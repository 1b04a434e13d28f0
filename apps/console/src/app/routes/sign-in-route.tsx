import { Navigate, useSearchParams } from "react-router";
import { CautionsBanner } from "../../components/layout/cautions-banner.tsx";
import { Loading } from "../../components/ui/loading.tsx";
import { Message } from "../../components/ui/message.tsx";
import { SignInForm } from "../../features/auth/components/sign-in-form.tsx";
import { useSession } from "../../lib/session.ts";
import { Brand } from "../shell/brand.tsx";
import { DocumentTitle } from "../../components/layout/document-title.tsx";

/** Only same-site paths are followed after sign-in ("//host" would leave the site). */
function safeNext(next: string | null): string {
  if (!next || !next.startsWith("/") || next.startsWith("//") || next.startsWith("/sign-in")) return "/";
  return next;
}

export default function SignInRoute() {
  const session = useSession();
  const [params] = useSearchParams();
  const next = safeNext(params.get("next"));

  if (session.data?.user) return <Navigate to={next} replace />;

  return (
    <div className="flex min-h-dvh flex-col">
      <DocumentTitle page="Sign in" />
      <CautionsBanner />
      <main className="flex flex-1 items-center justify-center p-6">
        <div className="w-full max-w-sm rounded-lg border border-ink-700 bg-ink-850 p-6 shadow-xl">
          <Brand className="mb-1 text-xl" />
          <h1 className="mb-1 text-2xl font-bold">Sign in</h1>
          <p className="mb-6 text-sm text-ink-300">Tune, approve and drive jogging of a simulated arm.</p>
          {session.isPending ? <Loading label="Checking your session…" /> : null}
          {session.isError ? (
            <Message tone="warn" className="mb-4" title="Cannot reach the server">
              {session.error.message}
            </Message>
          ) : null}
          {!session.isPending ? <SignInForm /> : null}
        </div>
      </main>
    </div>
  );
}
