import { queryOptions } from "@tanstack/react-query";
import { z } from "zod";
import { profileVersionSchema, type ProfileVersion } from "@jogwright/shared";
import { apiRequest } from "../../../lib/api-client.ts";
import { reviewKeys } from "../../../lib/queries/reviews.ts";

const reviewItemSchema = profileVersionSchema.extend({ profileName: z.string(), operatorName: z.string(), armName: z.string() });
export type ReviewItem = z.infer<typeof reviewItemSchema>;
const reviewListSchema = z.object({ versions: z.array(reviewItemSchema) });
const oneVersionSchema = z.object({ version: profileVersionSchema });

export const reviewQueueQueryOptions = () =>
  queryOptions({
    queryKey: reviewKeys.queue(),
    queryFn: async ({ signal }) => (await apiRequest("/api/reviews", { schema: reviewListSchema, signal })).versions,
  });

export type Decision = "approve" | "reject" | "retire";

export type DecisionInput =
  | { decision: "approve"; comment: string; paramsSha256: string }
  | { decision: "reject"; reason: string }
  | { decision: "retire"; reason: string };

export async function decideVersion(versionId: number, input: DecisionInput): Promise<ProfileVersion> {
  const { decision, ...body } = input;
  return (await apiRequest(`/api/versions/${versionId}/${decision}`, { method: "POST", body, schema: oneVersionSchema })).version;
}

==

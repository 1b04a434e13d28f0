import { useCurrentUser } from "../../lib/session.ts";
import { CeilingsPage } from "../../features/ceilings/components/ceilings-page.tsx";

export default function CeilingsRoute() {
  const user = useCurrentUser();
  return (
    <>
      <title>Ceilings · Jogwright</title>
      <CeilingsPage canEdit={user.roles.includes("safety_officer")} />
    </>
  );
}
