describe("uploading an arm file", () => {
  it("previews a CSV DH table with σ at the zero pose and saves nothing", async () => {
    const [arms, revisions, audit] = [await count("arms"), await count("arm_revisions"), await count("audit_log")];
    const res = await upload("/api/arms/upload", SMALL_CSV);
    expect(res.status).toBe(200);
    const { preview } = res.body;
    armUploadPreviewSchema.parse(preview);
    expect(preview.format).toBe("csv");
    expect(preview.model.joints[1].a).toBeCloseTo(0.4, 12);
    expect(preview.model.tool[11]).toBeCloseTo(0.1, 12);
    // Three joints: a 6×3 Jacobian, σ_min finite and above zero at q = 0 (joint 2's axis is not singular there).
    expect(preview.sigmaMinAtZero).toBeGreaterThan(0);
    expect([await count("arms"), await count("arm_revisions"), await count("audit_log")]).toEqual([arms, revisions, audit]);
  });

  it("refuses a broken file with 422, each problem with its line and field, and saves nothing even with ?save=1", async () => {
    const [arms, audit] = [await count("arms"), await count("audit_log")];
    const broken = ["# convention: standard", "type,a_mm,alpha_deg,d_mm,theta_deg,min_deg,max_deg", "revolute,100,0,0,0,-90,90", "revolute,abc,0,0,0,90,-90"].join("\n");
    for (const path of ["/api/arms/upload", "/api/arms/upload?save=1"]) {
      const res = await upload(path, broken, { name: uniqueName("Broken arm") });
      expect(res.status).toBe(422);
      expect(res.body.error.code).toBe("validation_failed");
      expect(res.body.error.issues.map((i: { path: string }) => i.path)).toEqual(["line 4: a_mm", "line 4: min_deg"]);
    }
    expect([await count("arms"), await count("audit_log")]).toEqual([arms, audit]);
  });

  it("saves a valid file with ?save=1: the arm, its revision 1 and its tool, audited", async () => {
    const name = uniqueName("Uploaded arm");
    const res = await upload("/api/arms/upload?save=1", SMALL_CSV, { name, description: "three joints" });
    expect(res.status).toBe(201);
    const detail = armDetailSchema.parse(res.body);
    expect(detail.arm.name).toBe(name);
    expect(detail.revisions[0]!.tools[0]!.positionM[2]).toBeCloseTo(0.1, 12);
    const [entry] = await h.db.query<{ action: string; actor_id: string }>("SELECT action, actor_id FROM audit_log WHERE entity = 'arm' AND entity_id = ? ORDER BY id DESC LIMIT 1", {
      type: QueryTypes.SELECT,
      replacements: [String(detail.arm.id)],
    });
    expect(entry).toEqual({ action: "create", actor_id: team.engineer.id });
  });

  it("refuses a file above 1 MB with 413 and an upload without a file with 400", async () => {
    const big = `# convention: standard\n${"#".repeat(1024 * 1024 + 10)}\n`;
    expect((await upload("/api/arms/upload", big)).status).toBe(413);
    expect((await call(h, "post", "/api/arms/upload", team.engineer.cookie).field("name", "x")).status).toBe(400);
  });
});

* * *

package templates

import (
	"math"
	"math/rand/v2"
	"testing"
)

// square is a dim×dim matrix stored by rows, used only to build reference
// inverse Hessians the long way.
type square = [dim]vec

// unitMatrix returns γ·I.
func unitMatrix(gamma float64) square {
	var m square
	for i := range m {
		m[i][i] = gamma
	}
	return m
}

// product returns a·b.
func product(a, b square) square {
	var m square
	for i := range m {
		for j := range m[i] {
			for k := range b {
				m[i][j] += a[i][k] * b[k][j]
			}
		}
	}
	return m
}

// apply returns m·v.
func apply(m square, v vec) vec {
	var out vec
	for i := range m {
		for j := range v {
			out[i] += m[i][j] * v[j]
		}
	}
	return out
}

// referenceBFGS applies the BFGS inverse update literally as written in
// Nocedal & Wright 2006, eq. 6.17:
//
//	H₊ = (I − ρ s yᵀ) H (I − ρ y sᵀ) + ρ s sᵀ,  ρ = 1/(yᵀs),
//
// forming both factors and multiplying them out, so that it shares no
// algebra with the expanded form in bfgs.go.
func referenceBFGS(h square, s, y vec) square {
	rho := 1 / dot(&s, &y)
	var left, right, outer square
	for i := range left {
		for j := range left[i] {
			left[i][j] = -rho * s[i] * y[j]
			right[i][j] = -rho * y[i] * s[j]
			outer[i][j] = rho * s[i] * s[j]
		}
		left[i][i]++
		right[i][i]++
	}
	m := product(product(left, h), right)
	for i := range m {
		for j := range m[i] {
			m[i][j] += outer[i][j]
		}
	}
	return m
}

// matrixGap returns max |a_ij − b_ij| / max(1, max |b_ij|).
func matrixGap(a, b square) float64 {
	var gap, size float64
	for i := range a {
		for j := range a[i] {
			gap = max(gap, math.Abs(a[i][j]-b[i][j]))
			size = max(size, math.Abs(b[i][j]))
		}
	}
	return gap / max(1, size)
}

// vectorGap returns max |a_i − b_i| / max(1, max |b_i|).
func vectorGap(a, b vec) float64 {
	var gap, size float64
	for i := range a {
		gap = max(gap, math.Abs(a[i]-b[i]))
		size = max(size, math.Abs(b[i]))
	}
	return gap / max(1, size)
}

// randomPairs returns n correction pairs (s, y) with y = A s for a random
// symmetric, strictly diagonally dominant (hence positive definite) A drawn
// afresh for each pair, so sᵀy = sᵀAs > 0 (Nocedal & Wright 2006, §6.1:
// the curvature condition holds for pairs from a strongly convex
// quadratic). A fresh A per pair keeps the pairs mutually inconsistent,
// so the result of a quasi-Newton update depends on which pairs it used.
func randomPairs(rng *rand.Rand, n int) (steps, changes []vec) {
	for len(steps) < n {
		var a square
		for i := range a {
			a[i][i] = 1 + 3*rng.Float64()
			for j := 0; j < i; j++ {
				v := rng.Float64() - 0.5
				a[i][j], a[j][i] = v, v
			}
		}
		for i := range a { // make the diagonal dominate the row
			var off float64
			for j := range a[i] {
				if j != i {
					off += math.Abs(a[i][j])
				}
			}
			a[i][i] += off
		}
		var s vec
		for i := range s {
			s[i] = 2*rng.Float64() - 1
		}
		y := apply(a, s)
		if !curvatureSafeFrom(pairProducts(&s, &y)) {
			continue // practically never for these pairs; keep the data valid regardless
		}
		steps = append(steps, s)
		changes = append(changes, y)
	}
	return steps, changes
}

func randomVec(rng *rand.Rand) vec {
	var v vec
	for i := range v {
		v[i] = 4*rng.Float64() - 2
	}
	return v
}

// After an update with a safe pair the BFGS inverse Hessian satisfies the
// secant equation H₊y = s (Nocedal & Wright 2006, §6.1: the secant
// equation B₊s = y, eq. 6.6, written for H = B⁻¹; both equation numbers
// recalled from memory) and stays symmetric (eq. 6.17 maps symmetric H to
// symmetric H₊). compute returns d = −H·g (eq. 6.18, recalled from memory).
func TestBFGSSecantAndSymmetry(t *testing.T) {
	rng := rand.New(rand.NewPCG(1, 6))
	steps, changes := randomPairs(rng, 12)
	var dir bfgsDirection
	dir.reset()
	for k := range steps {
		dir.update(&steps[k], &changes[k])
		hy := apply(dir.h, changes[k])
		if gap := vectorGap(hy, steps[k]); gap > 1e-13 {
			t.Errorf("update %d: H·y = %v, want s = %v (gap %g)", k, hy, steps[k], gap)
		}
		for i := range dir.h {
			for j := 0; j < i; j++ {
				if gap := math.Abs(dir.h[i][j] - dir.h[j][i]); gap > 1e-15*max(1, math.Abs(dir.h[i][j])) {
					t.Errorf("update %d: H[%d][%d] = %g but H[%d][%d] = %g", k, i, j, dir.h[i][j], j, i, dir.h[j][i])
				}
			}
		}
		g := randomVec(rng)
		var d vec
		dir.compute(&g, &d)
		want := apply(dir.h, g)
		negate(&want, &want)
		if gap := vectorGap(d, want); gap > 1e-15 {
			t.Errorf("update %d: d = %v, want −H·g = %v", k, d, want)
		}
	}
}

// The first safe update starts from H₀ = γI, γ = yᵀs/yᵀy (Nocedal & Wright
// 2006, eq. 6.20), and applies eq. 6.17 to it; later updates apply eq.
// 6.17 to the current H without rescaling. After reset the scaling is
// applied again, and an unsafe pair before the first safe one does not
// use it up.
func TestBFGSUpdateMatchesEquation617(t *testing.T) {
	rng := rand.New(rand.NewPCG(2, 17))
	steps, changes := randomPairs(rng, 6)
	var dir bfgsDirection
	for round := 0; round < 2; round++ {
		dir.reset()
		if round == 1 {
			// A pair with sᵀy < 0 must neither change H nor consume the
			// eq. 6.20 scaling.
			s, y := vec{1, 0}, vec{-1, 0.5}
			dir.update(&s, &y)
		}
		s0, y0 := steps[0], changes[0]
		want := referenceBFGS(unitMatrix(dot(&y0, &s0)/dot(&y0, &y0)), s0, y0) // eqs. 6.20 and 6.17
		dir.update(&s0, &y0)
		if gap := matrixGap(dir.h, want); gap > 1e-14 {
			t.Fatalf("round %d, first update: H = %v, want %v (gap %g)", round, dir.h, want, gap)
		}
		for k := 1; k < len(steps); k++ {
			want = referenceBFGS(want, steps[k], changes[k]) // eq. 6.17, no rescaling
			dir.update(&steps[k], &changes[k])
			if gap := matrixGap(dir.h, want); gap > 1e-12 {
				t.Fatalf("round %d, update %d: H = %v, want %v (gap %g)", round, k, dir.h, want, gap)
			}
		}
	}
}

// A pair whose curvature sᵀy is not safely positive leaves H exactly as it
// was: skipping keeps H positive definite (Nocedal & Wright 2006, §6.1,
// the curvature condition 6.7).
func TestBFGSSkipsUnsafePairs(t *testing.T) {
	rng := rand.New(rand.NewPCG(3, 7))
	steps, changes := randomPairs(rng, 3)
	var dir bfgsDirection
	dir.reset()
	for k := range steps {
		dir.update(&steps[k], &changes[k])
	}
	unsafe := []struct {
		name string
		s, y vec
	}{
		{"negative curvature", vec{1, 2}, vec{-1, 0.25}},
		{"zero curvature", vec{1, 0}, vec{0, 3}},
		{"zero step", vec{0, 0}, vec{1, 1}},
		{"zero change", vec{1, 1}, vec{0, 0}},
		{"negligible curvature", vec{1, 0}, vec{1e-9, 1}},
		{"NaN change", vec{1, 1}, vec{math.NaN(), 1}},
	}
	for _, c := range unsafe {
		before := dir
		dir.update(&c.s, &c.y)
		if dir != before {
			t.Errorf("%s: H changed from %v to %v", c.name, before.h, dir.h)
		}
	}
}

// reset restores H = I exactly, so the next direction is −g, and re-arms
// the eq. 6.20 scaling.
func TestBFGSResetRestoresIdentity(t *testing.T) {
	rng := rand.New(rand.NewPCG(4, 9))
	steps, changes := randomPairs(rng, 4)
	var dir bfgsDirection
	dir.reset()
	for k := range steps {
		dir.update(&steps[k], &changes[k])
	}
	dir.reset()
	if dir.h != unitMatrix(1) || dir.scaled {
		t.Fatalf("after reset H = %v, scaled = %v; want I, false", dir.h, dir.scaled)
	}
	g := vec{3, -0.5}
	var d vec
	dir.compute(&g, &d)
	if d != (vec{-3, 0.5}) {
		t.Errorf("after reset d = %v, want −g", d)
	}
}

- [WORK REQUEST]: Search the data above for "vectorGap" and copy every line where it turns up.

- [OUTPUT]:
// vectorGap returns max |a_i − b_i| / max(1, max |b_i|).
func vectorGap(a, b vec) float64 {
		if gap := vectorGap(hy, steps[k]); gap > 1e-13 {
		if gap := vectorGap(d, want); gap > 1e-15 {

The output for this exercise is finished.